Shouldn't we just ban all animal experiments in Switzerland?
Banning all animal experiments may sound like a simple solution to improve the protection of animals and have a clear conscience. But banning all experiments in Switzerland does not prevent them from being carried out but is rather shifting them abroad. They may then be carried out outside of Switzerland and outside of Europe, where animal welfare conditions are often massively worse.
Switzerland has one of the strictest animal protection laws in the world, and the question arises whether it really serves the protection of animals to ban animal experiments in a country where they are more strictly controlled. Consequently, one would have to be prepared to do without medicines and therapies that were researched and developed under worse animal welfare conditions abroad. And this is not possible in the long run, because medicines lose their effectiveness (e.g. antibiotics that become ineffective because germs become resistant) and new developments are urgently needed. In addition, new diseases are always emerging – as we experienced vividly during the COVID 19 pandemic – for which effective drugs or vaccines would then be lacking. And even if one were willing to do without new medicines, animal testing remains indispensable for certain areas. For example, a veterinary student must learn to apply certain examinations and surgical methods on animals if he or she wants to successfully treat animals later in his or her career.
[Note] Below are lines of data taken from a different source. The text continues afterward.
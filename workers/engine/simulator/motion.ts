/** How a simulated vehicle moves: velocity and attitude as functions of time, with exact derivatives. */
import type { Motion as MotionKind } from '@/shared/contracts/scenarios';
import type { RandomSource } from '../random';

/** Velocity of the IMU's origin over the Earth and attitude of the body, at one instant. */
export interface Kinematics {
  /** North, east, down, m/s. */
  vn: number;
  ve: number;
  vd: number;
  /** Time derivatives of the three components, m/s². */
  an: number;
  ae: number;
  ad: number;
  /** Euler angles 3-2-1, rad, and their rates, rad/s. */
  roll: number;
  pitch: number;
  yaw: number;
  rollRate: number;
  pitchRate: number;
  yawRate: number;
}

export const newKinematics = (): Kinematics => ({
  vn: 0,
  ve: 0,
  vd: 0,
  an: 0,
  ae: 0,
  ad: 0,
  roll: 0,
  pitch: 0,
  yaw: 0,
  rollRate: 0,
  pitchRate: 0,
  yawRate: 0,
});

/**
 * A motion: velocity three times and attitude twice continuously differentiable in time. Position is what its velocity
 * integrates to. Valid at any t, before 0 as well.
 */
export interface Motion {
  kind: MotionKind;
  evaluate(t: number, out: Kinematics): void;
  /** Highest frequency in it, Hz: sets the quadrature's step. */
  bandwidthHz: number;
}

export interface MotionOptions {
  durationS: number;
  /** Stands still first, s. */
  staticStartS: number;
  initialHeadingRad: number;
  random: RandomSource;
}
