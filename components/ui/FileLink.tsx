import { StyleSheet } from 'react-native';
import { touchTarget } from '@/constants/theme';
import { Text } from './Text';
import { web } from './web-props';

export interface FileLinkProps {
  href: string;
  /** "CSV". */
  label: string;
  /** What is downloaded: "Health report". */
  of: string;
}

/** A file to download. The browser fetches it by itself, and shows how far it is in its own way. */
export const FileLink = ({ href, label, of }: FileLinkProps) => (
  <Text
    variant="label"
    strong
    tone="petrol"
    role="link"
    aria-label={`${of} as ${label}`}
    style={styles.link}
    {...web({ href, hrefAttrs: { download: true } })}
  >
    {label}
  </Text>
);

const styles = StyleSheet.create({ link: { paddingVertical: (touchTarget - 20) / 2 } });
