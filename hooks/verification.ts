/** The verification matrix of a version: as it stands, starting it, waiving a cell. */
import { useMutation, useQuery, useQueryClient } from '@tanstack/react-query';
import type { Verification, WaiverCreate } from '@/shared/contracts/verification';
import { api } from './api';
import { setKeys } from './parameter-sets';
import type { VersionRef } from './versions';

const key = ({ setId, number }: VersionRef) => [...setKeys.all, 'verification', setId, number] as const;
const path = ({ setId, number }: VersionRef) => `/parameter-sets/${setId}/versions/${number}`;

/** How soon the matrix is asked for again while its runs go, ms. */
const ASK_AGAIN_MS = 1000;

export const useVerification = (of: VersionRef) =>
  useQuery({
    queryKey: key(of),
    queryFn: ({ signal }) => api<Verification>(`${path(of)}/verification`, { signal }),
    refetchInterval: ({ state }) => (state.data?.state === 'going' ? ASK_AGAIN_MS : false),
  });

/** Queues the runs that are missing, or whose inputs have changed. */
export function useVerify(of: VersionRef) {
  const client = useQueryClient();
  return useMutation({
    mutationFn: () => api<Verification>(`${path(of)}/verify`, { method: 'POST' }),
    onSuccess: (verification) => client.setQueryData(key(of), verification),
  });
}

export function useWaive(of: VersionRef) {
  const client = useQueryClient();
  return useMutation({
    mutationFn: (body: WaiverCreate) => api<Verification>(`${path(of)}/waivers`, { method: 'POST', body }),
    onSuccess: (verification) => client.setQueryData(key(of), verification),
  });
}
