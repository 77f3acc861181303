/** Values of parameters as people read them. Pure. */
import type { DisplayUnits } from '@/shared/display-units';
import { formatNumber } from '@/shared/format';
import { toDisplay } from '@/shared/units';
import { fieldUnit, type ParameterField } from './parameter-field';
import type { ParameterValue } from './parameter-path';

/** The value in the field's display unit, or in words: "on", "the receiver", "1.2, 0, −0.6"; null: not set. */
export function shownValue(
  field: ParameterField,
  value: ParameterValue,
  chosen: DisplayUnits = {},
): number | string | null {
  if (value === null) return null;
  if (typeof value === 'boolean') return value ? 'on' : 'off';
  if (typeof value === 'string') return field.words?.[value] ?? value;
  const unit = fieldUnit(field, chosen);
  const scaled = (one: number) => (unit ? toDisplay(one, unit) : one);
  return typeof value === 'number'
    ? scaled(value)
    : value.map((part) => formatNumber(scaled(part), 4)).join(', ');
}

/** Symbol of the unit beside a value; '' for what has none. */
export const unitSymbol = (field: ParameterField, chosen: DisplayUnits = {}): string =>
  fieldUnit(field, chosen)?.symbol ?? '';
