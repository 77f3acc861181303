/** Recordings: list, one, upload, rename, map, delete, plots. */
import {
  keepPreviousData,
  useInfiniteQuery,
  useMutation,
  useQuery,
  useQueryClient,
  type InfiniteData,
  type QueryClient,
} from '@tanstack/react-query';
import { useEffect, useState } from 'react';
import type { Page } from '@/shared/contracts/common';
import type {
  ChannelMap,
  FileRole,
  MapPreview,
  Recording,
  RecordingListQuery,
  RecordingMeta,
  RecordingPatch,
  Series,
  SeriesChannel,
} from '@/shared/contracts/recordings';
import { api, ApiProblem, apiUpload, type Upload } from './api';
import type { TileSource } from './finer/use-tiles';
import { STALE } from './query-client';
import { useDebounced } from './use-debounced';

/** What a list is narrowed down to; what is left out is the API's default. */
export type RecordingFilter = Partial<
  Pick<RecordingListQuery, 'search' | 'vehicleId' | 'status' | 'since' | 'sort'>
>;

/** What somebody may have to do something about, or wait for. */
export const NOT_READY: RecordingFilter = { status: ['uploaded', 'decoding', 'needs-mapping', 'rejected'] };
export const READY: RecordingFilter = { status: ['ready'] };

export const recordingKeys = {
  all: ['recordings'] as const,
  list: (filter: RecordingFilter) => ['recordings', 'list', filter] as const,
  one: (id: string) => ['recordings', 'one', id] as const,
  series: (id: string, query: SeriesRequest) => ['recordings', 'series', id, query] as const,
  preview: (id: string, map: string) => ['recordings', 'map-preview', id, map] as const,
  ofVehicle: (vehicleId: string) => ['recordings', 'list', 'vehicle', vehicleId] as const,
};

/** How often a recording that is being decoded is looked at, ms. */
const WATCH_MS = 1000;

export const isUnderWay = (recording: Pick<Recording, 'status'>): boolean =>
  recording.status === 'uploaded' || recording.status === 'decoding';

/** Newest first unless asked otherwise, a page at a time; looks again while any of them is being decoded. */
export function useRecordings(filter: RecordingFilter = {}) {
  return useInfiniteQuery({
    queryKey: recordingKeys.list(filter),
    queryFn: ({ pageParam, signal }) =>
      api<Page<Recording>>('/recordings', {
        query: { ...filter, status: filter.status?.join(','), cursor: pageParam, limit: 30 },
        signal,
      }),
    initialPageParam: '',
    getNextPageParam: (page) => page.nextCursor ?? undefined,
    staleTime: STALE.list,
    refetchInterval: (query) => (itemsOf(query.state.data).some(isUnderWay) ? WATCH_MS : false),
  });
}

/** Looks again for decoded recordings whenever another number is under way: one of them may have become ready. */
export function useFreshReady(underWay: number): void {
  const client = useQueryClient();
  useEffect(() => {
    void client.invalidateQueries({ queryKey: recordingKeys.list(READY) });
  }, [client, underWay]);
}

/** All items of the pages that were fetched so far. */
export const itemsOf = <T>(data: InfiniteData<Page<T>> | undefined): T[] =>
  data?.pages.flatMap((page) => page.items) ?? [];

export function useRecording(id: string) {
  return useQuery({
    queryKey: recordingKeys.one(id),
    queryFn: ({ signal }) => api<Recording>(`/recordings/${id}`, { signal }),
    enabled: id !== '',
    refetchInterval: (query) => (query.state.data && isUnderWay(query.state.data) ? WATCH_MS : false),
  });
}

export function usePatchRecording(id: string) {
  const client = useQueryClient();
  return useMutation({
    mutationFn: (patch: RecordingPatch) =>
      api<Recording>(`/recordings/${id}`, { method: 'PATCH', body: patch }),
    onSuccess: (recording) => keep(client, recording),
  });
}

/** Maps the columns and decodes again. */
export function useMapRecording(id: string) {
  const client = useQueryClient();
  return useMutation({
    mutationFn: (map: ChannelMap) =>
      api<Recording>(`/recordings/${id}/channel-map`, { method: 'PUT', body: map }),
    onSuccess: (recording) => keep(client, recording),
  });
}

const PREVIEW_PAUSE_MS = 400;

/**
 * What a map makes of the first rows, once it has stood still. `map` null: nothing to ask, the latest answer stays.
 * While a newer answer is on its way, and where it fails, the older one stays too.
 */
export function useMapPreview(id: string, map: ChannelMap | null) {
  const now = map ? JSON.stringify(map) : '';
  const asked = useDebounced(now, PREVIEW_PAUSE_MS);
  const query = useQuery({
    queryKey: recordingKeys.preview(id, asked),
    queryFn: ({ signal }) =>
      api<MapPreview>(`/recordings/${id}/map-preview`, {
        method: 'POST',
        body: JSON.parse(asked) as ChannelMap,
        signal,
      }),
    enabled: asked !== '',
    staleTime: STALE.slow,
    placeholderData: keepPreviousData,
    retry: (count, error) => isSuperseded(error) && count < 4,
    retryDelay: PREVIEW_PAUSE_MS,
  });
  const [latest, setLatest] = useState<MapPreview>();
  if (query.data && query.data !== latest) setLatest(query.data);
  return {
    preview: query.data ?? latest,
    computing: query.isFetching || asked !== now,
    // Another window's preview took the place of this one: no fault of the map.
    error: isSuperseded(query.error) ? null : query.error,
  };
}

const isSuperseded = (error: unknown) => error instanceof ApiProblem && error.status === 409;

/** How many earlier recordings of a vehicle are looked through for their mapping. */
const EARLIER = 8;

/** The latest decoded recordings of a vehicle; '' for none. */
export function useRecordingsOfVehicle(vehicleId: string) {
  return useQuery({
    queryKey: recordingKeys.ofVehicle(vehicleId),
    queryFn: ({ signal }) =>
      api<Page<Recording>>('/recordings', {
        query: { vehicleId, status: 'ready', limit: EARLIER },
        signal,
      }),
    enabled: vehicleId !== '',
    select: (page) => page.items,
    staleTime: STALE.list,
  });
}

/** Accepts the remedy of a finding, or (null) takes the latest back; the recording is decoded again. */
export function useRemedy(id: string) {
  const client = useQueryClient();
  return useMutation({
    mutationFn: (code: string | null) =>
      code === null
        ? api<Recording>(`/recordings/${id}/remedies/undo`, { method: 'POST' })
        : api<Recording>(`/recordings/${id}/remedies`, { method: 'POST', body: { code } }),
    onSuccess: (recording) => keep(client, recording),
  });
}

export function useDeleteRecording() {
  const client = useQueryClient();
  return useMutation({
    mutationFn: (id: string) => api<void>(`/recordings/${id}`, { method: 'DELETE' }),
    onSuccess: async (_, id) => {
      client.removeQueries({ queryKey: recordingKeys.one(id) });
      await client.invalidateQueries({ queryKey: recordingKeys.all });
    },
  });
}

export interface UploadInput {
  meta: RecordingMeta;
  imu: File;
  /** Left out where the IMU log holds the fixes. */
  gnss?: File;
  /** What the first IMU log lacks, where gyro and accelerometer have a file each. */
  imu2?: File;
  reference?: File;
  /** Barometer, heading, odometer. */
  aids?: File;
}

/** The files of an upload, in the order in which they are sent. */
export const filesOf = ({ imu, gnss, imu2, reference, aids }: UploadInput): [FileRole, File][] =>
  (Object.entries({ imu, gnss, imu2, reference, aids }) as [FileRole, File | undefined][]).flatMap(
    ([role, file]) => (file ? [[role, file]] : []),
  );

/** Sends the files; `meta` goes first so that the server can refuse before the bulk arrives. */
export function uploadRecording(
  input: UploadInput,
  onProgress: (sent: number, total: number) => void,
): Upload<Recording> {
  const form = new FormData();
  form.append('meta', JSON.stringify(input.meta));
  for (const [role, file] of filesOf(input)) form.append(role, file, file.name);
  return apiUpload<Recording>('/recordings', form, onProgress);
}

/** For after an upload: the list shows the new recording at once. */
export function useKeepRecording() {
  const client = useQueryClient();
  return (recording: Recording) => keep(client, recording);
}

export interface SeriesRequest {
  channels: readonly SeriesChannel[];
  from?: number;
  to?: number;
  points?: number;
}

/** Decimated channels for plots; minimum and maximum are kept. */
export function useRecordingSeries(id: string, request: SeriesRequest, enabled = true) {
  return useQuery({
    queryKey: recordingKeys.series(id, request),
    queryFn: ({ signal }) =>
      api<Series>(`/recordings/${id}/series`, {
        query: { ...request, channels: request.channels.join(',') },
        signal,
      }),
    enabled: enabled && id !== '',
    staleTime: STALE.slow,
    // A finer stretch replaces the coarse one when it is there.
    placeholderData: keepPreviousData,
  });
}

const PIECE_POINTS = 2400;

/** Where finer pieces of a recording's channels come from. */
export const recordingTiles = (id: string, channels: readonly SeriesChannel[]): TileSource<Series> => ({
  key: ['recordings', 'finer', id],
  fetch: ({ fromS, toS }, signal) =>
    api<Series>(`/recordings/${id}/series`, {
      query: { channels: channels.join(','), from: fromS, to: toS, points: PIECE_POINTS },
      signal,
    }),
  // Of buckets of two samples or less every one is there.
  isWhole: ({ channels: found }) => found.every(({ timeS }) => timeS.length <= PIECE_POINTS / 2),
});

function keep(client: QueryClient, recording: Recording) {
  client.setQueryData(recordingKeys.one(recording.id), recording);
  return client.invalidateQueries({ queryKey: ['recordings', 'list'] });
}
Why are animal tests for cosmetics not banned?
De facto, animal experiments for cosmetics are not permitted in Switzerland. They do not meet the legal requirements for authorisation under the Animal Protection Ordinance Art. 137. The Federal Council has issued a on this in response to a parliamentary motion: "Animal experiments may only be carried out in Switzerland if they are indispensable. Therefore, stressful animal experiments must be limited to the indispensable extent (Art. 17 of the Animal Protection Act; SR 455). Animal experiments for cosmetic products do not meet the requirements applicable to them (Art. 137 para. 1 of the Animal Protection Ordinance, TSchV; SR 455.1). Therefore, animal experiments for cosmetic products may no longer be carried out in Switzerland, even if there is no explicit ban. Although a permit was granted several years ago for the testing of UV filters for sunscreen products, this was only justifiable because the testing of UV filters clearly serves to preserve human health and thus the requirements under Article 137 TSchV were met."